I use this method when it comes to regular life too. And in the past couple of weeks I have heard the word “mindfulness” at least five times. It was while watching a youtube clip, talking with my friends, as well as listening to a new book during my commute to work. Someone is definitely trying to tell me something. The definition of mindfulness is “the gentle effort to be continuously present with experience”. So I’m taking this as a sign, and I’m going to try my absolute hardest to make it a reality.
I've been asked lately “how do you do it all?” because I work full time, have 3 kids (two boys who are in sports and a daughter with special needs), I do photography, helped launch a non-profit, have a home to clean, meals to make, laundry to do (oh the laundry), and the list goes on. I've been jokingly replying “oh believe me, I’m on the verge of a mental breakdown”. Then I remembered my mom saying “thoughts become things” and damn if I didn't bring that thought to fruition! I am seriously about to lose it. I'm hanging by a thread and I think my husband is genuinely worried I will quit my job. I told Jesse “something’s gotta give”, and so I've decided it’s me. I need to be the one to change. I’m going to do my best to initiate change into my hectic and hurried life. I'm not "doing it all", and to be totally honest, I'm not even doing half of it. I'm half-assing it in the areas that matter the most and deserve my full attention.
My first step is that damn phone of mine. I’m always plugged in. Always. I'm embarrassed to admit it, but I’m addicted to that device. I always have it on the bedside table next to me at night. Some nights I will be online until 1am or later reading blogs and articles or chatting with new moms who need my support. I have a habit of continually checking my phone… work email, personal email, Facebook. In that order, over and over again. As if I'm going to miss something if I don’t look every 5 minutes. What has happened is that I am not giving my kids my full attention. It’s like half-assed attention as I’m trying to reply to a message. I need to look at my babies in their faces when they ask me for a juice box or a snack. I need to see their beautiful eyes when I ask them how their day was. I need to be in the present.
So I started a week ago. I put my phone down. I am only going to check it when the kids are not with me, or are in bed. I’m not going to be as frantic about checking my work emails when I’m not at work. It’s not what’s important, my boss even told me to quit doing emails at night! My kids are growing up before my eyes, and I feel like I’m not there to watch it. I’m also not bringing my phone to bed. I’m going to leave it downstairs so I don’t look at it every time it buzzes… halfway asleep with one eye open. Who does that? Oh yeah, I do.
The second area I’m going to try to work on is my eating habits.

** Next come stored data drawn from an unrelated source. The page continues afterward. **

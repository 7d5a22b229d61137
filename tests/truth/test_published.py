"""Published and closed-form values of surfaces and stacks; the source stands beside each.

Values marked R were recomputed by independent high-precision arithmetic (closed form and a one-shot
linear system of the boundary conditions), those marked M agree with the named book as remembered.
Amplitudes of sources written for exp(-i omega t) are conjugated; indices there are n + ik.
"""

import numpy as np
import pytest
from scipy.optimize import brentq, fsolve, minimize_scalar

import filmstack as fs

C = fs.constant
LAMBDA = 550.0


def film(n, quarter_waves=1.0, k=0.0):
    """Return a layer of so many quarter waves at 550 nm."""
    return fs.Layer(C(n, k), quarter_waves * LAMBDA / (4.0 * n))


def stack(incident, layers, exit_):
    """Return a stack between two lossless media."""
    return fs.Stack(C(incident), layers, C(exit_))


def sequence(text, n_high, n_low):
    """Return quarter waves of a textbook row of H and L."""
    return [film(n_high if letter == "H" else n_low) for letter in text]


# S1 to S6: Fresnel's formulas; Born and Wolf, Principles of Optics, section 1.5 (R).
SURFACES = [
    (1.0, 1.33, 0.0, 0.0200593121995, 0.0200593121995),
    (1.0, 1.5, 0.0, 0.04, 0.04),
    (1.0, 1.52, 0.0, 0.0425799949609, 0.0425799949609),
    (1.0, 4.0, 0.0, 0.36, 0.36),
    (1.0, 1.5, 30.0, 0.0577961054032, 0.0252491465484),
    (1.0, 1.5, 45.0, 0.0920133630455, 0.00846645897895),
    (1.0, 1.5, 60.0, 0.176571488083, 0.00180193752159),
    (1.0, 1.5, 80.0, 0.538594905750, 0.236813803633),
    (1.0, 1.5, 56.3099324740, 0.147928994083, 0.0),
]


@pytest.mark.parametrize(("n0", "n1", "angle", "r_s", "r_p"), SURFACES)
def test_fresnel_reflectance(n0, n1, angle, r_s, r_p):
    s = fs.spectrum(stack(n0, [], n1), LAMBDA, angle)
    assert s.R_s[0, 0] == pytest.approx(r_s, abs=6e-13)
    assert s.R_p[0, 0] == pytest.approx(r_p, abs=6e-13)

I have a 50% chance of Type 2 Diabetes because I had gestational diabetes when I was pregnant with Ellie. I love to eat and so does Jesse. We center our lives around entertaining and enjoying good meals. Not to mention yummy cocktails which are also bad for the waistline- OK maybe that's just my weakness. Our whole family has a love for pizza and blizzards from Dairy Queen. Even my almost 7 year old Will is known for saying “oh mom this is so bad.. it’s good!” My amazing friend sent me a TED talk by Sandra Aamodt about why dieting doesn't work. If you have an extra 13 minutes I suggest you watch it.
Sandra Aamodt: Why dieting doesn't usually work
As I was watching, I heard her say “mindfulness”. There it was again, that word! I just need to be aware of what I’m putting in my body. But I can't obsess over it. I tend to senselessly shovel Juanita’s chips in my mouth as I cook dinner. I need to take a step back and look at what I'm doing. Just be aware.

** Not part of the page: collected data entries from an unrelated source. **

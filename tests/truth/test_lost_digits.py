"""Where terms nearly cancel although the quantity itself is well conditioned; 50 digits by another route.

One rounding of the inputs changes none of these by more than 1e-13 of itself.
"""

import mpmath as mp
import numpy as np
import pytest
from truth.reference import DIGITS, Media, solve

import filmstack as fs

C = fs.constant


@pytest.mark.parametrize("angle", [1e-2, 1e-4])
def test_absorptance_of_p_in_a_film_of_low_index(angle):
    film = (0.02, 1e-5, 5.0)
    s = fs.spectrum(fs.Stack(C(1.0), [fs.Layer(C(*film[:2]), film[2])], C(4.0)), 600.0, angle)
    true = solve(Media([1.0, film[0], 4.0], [0.0, film[1], 0.0], [0.0, film[2], 0.0]), 600.0, angle, True)
    assert abs(mp.mpf(float(s.A_p[0, 0])) - true.A[0]) <= 1e-12 * true.A[0]


@pytest.mark.parametrize("thickness", [100.0, 200.0, 300.0])
def test_thickness_gradient_of_an_opaque_film(thickness):
    silver = (0.05, 3.3)
    gradient = fs.thickness_gradient(fs.Stack(C(1.0), [fs.Layer(C(*silver), thickness)], C(1.5)), 550.0)
    with mp.workdps(DIGITS):
        step = mp.mpf(10) ** -24
        ends = [
            solve(Media([1.0, silver[0], 1.5], [0.0, silver[1], 0.0], [0.0, d, 0.0]), 550.0, 0.0, False)
            for d in (mp.mpf(thickness), mp.mpf(thickness) + step)
        ]
        slopes = {name: (getattr(ends[1], name) - getattr(ends[0], name)) / step for name in ("r", "R", "t", "T")}
    for name, wanted in slopes.items():
        value = mp.mpmathify(complex(getattr(gradient, f"d{name}_s")[0, 0, 0]))
        assert abs(value - wanted) <= 1e-9 * abs(wanted), name


def test_lossless_needle_in_a_lossless_mirror():
    # Conservation of energy: dR = -dT, to the 1e-9 promised, however near R is to 1.
    layers = [fs.Layer(C(n), 550.0 / (4.0 * n)) for n in (2.35, 1.45)] * 15
    needle = fs.needle_gradient(fs.Stack(C(1.0), layers, C(1.52)), 560.0, material=C(2.0))
    np.testing.assert_allclose(needle.dR_s, -needle.dT_s, rtol=1e-9)
    # Total reflection: R stays 1 whatever lossless film is there.
    needle = fs.needle_gradient(fs.Stack(C(2.0), [fs.Layer(C(1.5), 100.0)], C(1.0)), 550.0, 60.0, material=C(2.3))
    np.testing.assert_array_equal(needle.dR_s, 0.0)


def test_lossless_films_of_a_lossless_mirror():
    # Conservation of energy: dR = -dT by thickness and by index.
    layers = [fs.Layer(C(n), 550.0 / (4.0 * n)) for n in (2.35, 1.45)] * 15
    stack = fs.Stack(C(1.0), layers, C(1.52))
    by_d, by_n = fs.thickness_gradient(stack, 560.0, 30.0), fs.index_gradient(stack, 560.0, 30.0)
    for q in "sp":
        np.testing.assert_allclose(getattr(by_d, f"dR_{q}"), -getattr(by_d, f"dT_{q}"), rtol=1e-9)
        np.testing.assert_allclose(getattr(by_n, f"dR_{q}_dn"), -getattr(by_n, f"dT_{q}_dn"), rtol=1e-9)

The third and last baby step I am taking is to be mindful during the nighttime routine with my kids. Jesse and I take turns putting the boys to bed. Usually they will both sit on our laps and Will gets his reading homework done. It’s been getting to where we are shortening it more and more.. “pick a shorter book”, “we are just doing prayers tonight you guys stayed up way too late”, “I’ll tell you one story, but it’s going to be a quick one”, “it’s way too late, no stories tonight you guys need your sleep”.
What am I doing? How much longer will my boys sit on my lap and snuggle me? Why am I shortening this precious time each night? These moments will end up being non-existent if I continue on this path. I tested myself this weekend, it was the middle of the day on Saturday. I had tons of stuff to do around the house, the list seems endless. Luke was cranky so I asked him if he’d take a nap. He is almost 5, so even the word nap stresses him out. I told him I would feed Ellie in the rocking chair and he could lay in bed and I’d tell him a story. He liked the idea. I ended up spending 45 minutes with Luke while Ellie drank her bottle and fell asleep. We sang songs back and forth. He was not shy about showing me how he knew every word to “Let it Go” and “Do you Wanna Build a Snowman”. I had no idea he knew every last word, I had no clue. That 45 minutes was awesome. He woke up happy and revived, and my heart felt full.